Regarding the choice of combination therapy for distal ureteral stone passage, it seems that the use of α-blockers is recommended as an essential component because of its high specific effect on distal ureteral smooth muscle and low side effects as well as their supportive evidences in different combination groups. However, choosing the PDE5-Is, corticosteroids, or phytotherapy for combination with α-blockers should be individualized according to the patient’s status, preferences and side effect profiles. For example, corticosteroids have received increased attention as a potential useful adjunct in first week of MET [9], however, their side effects should be considered. PDE5-Is could be a reasonable choice, especially in patients with simultaneous erectile dysfunction, and phytotherapy can be based on patient’s preference. Combination nifedipine or diuretics with α-blockers require further investigation based on our understanding of the current data.

It is worth mentioning that MET for ureteral stones has become controversial due to conflicting results from recent high-quality trials and meta-analyses. While guidelines and reviews support MET, robust randomized clinical trials often show minimal evidence of benefit. These discrepancies may arise from broad inclusion criteria or insufficient power for subgroup analyses, highlighting the need for detailed study evaluations [30,31,32,33].

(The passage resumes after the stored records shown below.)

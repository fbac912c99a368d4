import { updateMemberRole } from "@/db/queries/team";
import type { Role } from "@/lib/domain/vocabulary";
import type { Who } from "@/lib/server/auth/authorize";
import { memberChanged } from "./member-change";

/** An owner changes a member's role; the farm's last owner stays one (409). */
export async function changeRole(who: Pick<Who, "farmId">, userId: string, role: Role) {
  const member = await memberChanged(userId, (id) => updateMemberRole(who.farmId, id, role), "must stay an owner");
  return member!;
}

One of the limitations of this network meta-analysis is the scarcity and inconsistency of the data on analgesic use in the primary studies. Some studies did not report about the type and dosage of consumed analgesic Moreover, various analgesic treatments with different doses have been prescribed to the patients in other studies, that it was not possible to include them for assessment of MAU analysis. The heterogeneity of the data made it difficult to compare and combine the results across the studies and to draw reliable conclusions about the effectiveness of the treatments. Second, a few included studies did not have enough descriptions regarding randomization, conceal allocation, and blinding, which may lead to synthetize unreliable evidence. And finally, we found only a limited number of studies include combination of nifedipine or phytotherapy agents with α-blockers or PDE5-Is.